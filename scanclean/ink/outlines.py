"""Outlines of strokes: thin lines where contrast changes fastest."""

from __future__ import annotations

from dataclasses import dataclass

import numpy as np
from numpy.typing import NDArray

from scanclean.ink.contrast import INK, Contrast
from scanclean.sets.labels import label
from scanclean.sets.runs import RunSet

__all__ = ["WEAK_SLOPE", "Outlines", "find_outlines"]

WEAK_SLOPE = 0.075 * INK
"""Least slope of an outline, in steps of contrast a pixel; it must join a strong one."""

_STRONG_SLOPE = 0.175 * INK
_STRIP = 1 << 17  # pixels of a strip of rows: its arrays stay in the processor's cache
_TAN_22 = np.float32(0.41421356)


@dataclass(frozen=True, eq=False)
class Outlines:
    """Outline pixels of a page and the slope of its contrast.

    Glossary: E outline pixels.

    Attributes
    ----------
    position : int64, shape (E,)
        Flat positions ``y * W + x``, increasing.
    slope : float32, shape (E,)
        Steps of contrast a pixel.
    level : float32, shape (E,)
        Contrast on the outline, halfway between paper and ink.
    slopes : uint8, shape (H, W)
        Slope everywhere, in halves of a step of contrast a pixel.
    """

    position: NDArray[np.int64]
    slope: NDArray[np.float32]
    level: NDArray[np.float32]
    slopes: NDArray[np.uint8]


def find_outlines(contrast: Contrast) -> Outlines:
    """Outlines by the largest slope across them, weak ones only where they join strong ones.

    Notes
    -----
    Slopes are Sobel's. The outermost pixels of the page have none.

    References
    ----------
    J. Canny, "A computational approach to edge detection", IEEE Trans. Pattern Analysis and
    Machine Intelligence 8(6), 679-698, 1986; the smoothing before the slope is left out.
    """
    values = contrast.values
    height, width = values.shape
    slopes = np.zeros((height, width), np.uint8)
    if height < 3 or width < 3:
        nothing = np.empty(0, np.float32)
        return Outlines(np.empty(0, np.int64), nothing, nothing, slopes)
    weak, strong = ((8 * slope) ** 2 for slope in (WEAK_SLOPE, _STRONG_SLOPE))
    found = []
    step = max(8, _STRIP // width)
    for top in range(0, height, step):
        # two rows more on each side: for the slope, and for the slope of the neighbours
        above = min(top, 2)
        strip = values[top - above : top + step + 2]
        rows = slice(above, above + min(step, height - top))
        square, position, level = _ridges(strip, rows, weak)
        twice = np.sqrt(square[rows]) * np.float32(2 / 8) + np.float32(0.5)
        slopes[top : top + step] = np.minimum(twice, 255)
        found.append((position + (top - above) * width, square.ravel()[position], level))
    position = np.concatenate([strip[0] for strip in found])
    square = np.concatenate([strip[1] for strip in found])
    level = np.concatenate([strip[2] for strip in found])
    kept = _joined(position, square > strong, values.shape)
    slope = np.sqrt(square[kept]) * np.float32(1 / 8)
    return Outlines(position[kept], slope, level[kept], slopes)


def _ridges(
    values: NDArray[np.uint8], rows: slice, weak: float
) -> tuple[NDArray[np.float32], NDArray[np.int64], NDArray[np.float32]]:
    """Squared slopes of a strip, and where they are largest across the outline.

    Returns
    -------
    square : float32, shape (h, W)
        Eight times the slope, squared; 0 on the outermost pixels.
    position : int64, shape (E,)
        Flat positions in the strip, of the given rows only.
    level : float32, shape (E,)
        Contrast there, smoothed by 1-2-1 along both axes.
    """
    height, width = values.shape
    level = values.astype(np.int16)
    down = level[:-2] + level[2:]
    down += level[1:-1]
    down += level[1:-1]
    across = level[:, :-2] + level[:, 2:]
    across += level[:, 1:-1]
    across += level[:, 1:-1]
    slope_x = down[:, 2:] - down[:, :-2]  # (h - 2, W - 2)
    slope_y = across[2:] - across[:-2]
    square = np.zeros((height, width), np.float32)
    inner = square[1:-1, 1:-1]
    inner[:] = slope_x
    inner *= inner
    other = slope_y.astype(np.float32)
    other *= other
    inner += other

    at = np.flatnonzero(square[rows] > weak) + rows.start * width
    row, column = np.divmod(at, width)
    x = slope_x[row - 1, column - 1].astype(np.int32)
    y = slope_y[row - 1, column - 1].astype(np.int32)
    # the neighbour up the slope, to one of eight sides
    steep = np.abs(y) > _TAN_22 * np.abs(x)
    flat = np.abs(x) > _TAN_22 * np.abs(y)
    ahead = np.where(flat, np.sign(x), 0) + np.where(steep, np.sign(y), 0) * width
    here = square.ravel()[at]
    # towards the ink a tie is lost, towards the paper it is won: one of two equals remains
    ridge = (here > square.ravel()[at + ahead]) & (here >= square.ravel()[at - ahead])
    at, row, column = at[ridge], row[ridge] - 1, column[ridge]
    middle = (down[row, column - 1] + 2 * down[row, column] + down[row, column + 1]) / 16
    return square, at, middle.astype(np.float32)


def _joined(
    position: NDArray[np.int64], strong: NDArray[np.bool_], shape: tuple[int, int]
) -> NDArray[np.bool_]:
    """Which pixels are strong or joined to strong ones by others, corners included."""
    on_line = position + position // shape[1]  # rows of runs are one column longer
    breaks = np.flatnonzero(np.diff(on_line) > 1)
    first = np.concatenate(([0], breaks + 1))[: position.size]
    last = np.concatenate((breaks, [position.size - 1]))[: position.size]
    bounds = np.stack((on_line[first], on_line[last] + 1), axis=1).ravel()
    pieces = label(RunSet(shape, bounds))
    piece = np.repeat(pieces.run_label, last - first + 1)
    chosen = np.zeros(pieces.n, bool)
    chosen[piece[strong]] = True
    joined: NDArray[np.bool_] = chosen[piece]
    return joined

=== Brief ===
Look above for the line containing "# two rows more". Output from there through the line containing "across = level[:, :-2] + level[:, 2:]", exactly and inclusively.

=== Output of the exercise ===
        # two rows more on each side: for the slope, and for the slope of the neighbours
        above = min(top, 2)
        strip = values[top - above : top + step + 2]
        rows = slice(above, above + min(step, height - top))
        square, position, level = _ridges(strip, rows, weak)
        twice = np.sqrt(square[rows]) * np.float32(2 / 8) + np.float32(0.5)
        slopes[top : top + step] = np.minimum(twice, 255)
        found.append((position + (top - above) * width, square.ravel()[position], level))
    position = np.concatenate([strip[0] for strip in found])
    square = np.concatenate([strip[1] for strip in found])
    level = np.concatenate([strip[2] for strip in found])
    kept = _joined(position, square > strong, values.shape)
    slope = np.sqrt(square[kept]) * np.float32(1 / 8)
    return Outlines(position[kept], slope, level[kept], slopes)


def _ridges(
    values: NDArray[np.uint8], rows: slice, weak: float
) -> tuple[NDArray[np.float32], NDArray[np.int64], NDArray[np.float32]]:
    """Squared slopes of a strip, and where they are largest across the outline.

    Returns
    -------
    square : float32, shape (h, W)
        Eight times the slope, squared; 0 on the outermost pixels.
    position : int64, shape (E,)
        Flat positions in the strip, of the given rows only.
    level : float32, shape (E,)
        Contrast there, smoothed by 1-2-1 along both axes.
    """
    height, width = values.shape
    level = values.astype(np.int16)
    down = level[:-2] + level[2:]
    down += level[1:-1]
    down += level[1:-1]
    across = level[:, :-2] + level[:, 2:]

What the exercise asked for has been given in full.